Full Blood Counts and Liver Function test results outside of the normal range.
Current smokers, or reported giving up smoking within the last 6 months
History of substance abuse or alcoholism
Reported history of Cardiovascular disease, diabetes (or fasting glucose ≥ 7.1 mmol/L), cancer, kidney, liver or bowel disease, gastrointestinal disorder or use of drug likely to alter gastrointestinal function
Unwilling to restrict consumption of specified high polyphenol foods for 48 h before the study
Weight change >3kg in preceding 2 months
Blood pressure ≥160/100 mmHg
Total cholesterol ≥ 7.5 mmol/L; fasting triacylglycerol concentrations ≥ 5.0 mmol/L
Medications that may interfere with the study: alpha-glucosidase inhibitors (acarbose: Glucobay), insulin sensitizing drugs (metformin: Glucophage, Glucophage SR, Eucreas, Janumet; thiazolidinediones: Actos, Competact), sulfonylureas (Daonil, Diamicron, Diamicron MR, Glibenese, Minodiab, Amaryl Tolbutamide), and lipid lowering drugs (statins, nicotinic acid, colestyramine anhydrous, ezetimibe, fibrates).
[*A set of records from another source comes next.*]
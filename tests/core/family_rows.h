/* family_rows.h - what the tests of families share: rows of published values. */
#ifndef TESTS_FAMILY_ROWS_H
#define TESTS_FAMILY_ROWS_H

#include "table.h"

#include "../../src/family.h"

/* what the files of check values call a family */
static inline const family *family_in_row(const struct csv *t, size_t row)
{
    const char *word = csv_text(t, row, "family");
    if (!strcmp(word, "normal")) word = "gaussian";
    if (!strcmp(word, "student_t")) word = "t";
    return family_named(word);
}

/* "1e-12 relative" or "1e-14" */
static inline double allowed(const struct csv *t, size_t row, double want)
{
    double tolerance = csv_number(t, row, "tolerance");
    assert_true(tolerance > 0 && tolerance < 1e-9);
    return strstr(csv_text(t, row, "tolerance"), "relative") ? tolerance * fabs(want) : tolerance;
}

/* What tau loses when theta, in decimals, is rounded to a double: near theta = 1 it is more than
 * the tolerance, but known, as the slope there is (1 for gumbel, 2 pi^2/3 - 6 for joe). */
static inline double lost_to_rounding(const char *theta, double slope)
{
    if (strncmp(theta, "1.0", 3)) return 0;
    char excess[64];
    snprintf(excess, sizeof excess, "%s", theta);
    *excess = '0';
    return slope * (strtod(excess, NULL) - (strtod(theta, NULL) - 1));
}

/* Whether independence is at theta = 1. */
static inline bool about_one(const family *f)
{
    double theta;
    return f->theta_from_tau(0, &theta) == OK && theta == 1;
}

#endif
Other medications should be reviewed by medical representative from KCL on a case by case basis.
Nutritional supplements that may interfere with the study: higher dose vitamins/minerals (>200% Recommend Nutrient Intake), B vitamins, Vitamin C, calcium, copper, chromium, iodine, iron, magnesium, manganese, phosphorus, potassium and zinc. Subjects already taking vitamin or minerals at a dose around 100% or less up to 200% of the RNI, or evening primrose/algal/fish oil supplements will be asked to maintain habitual intake patterns, ensuring that they take them every day and not sporadically. They will be advised not to stop taking supplements or start taking new supplements during the course of the study.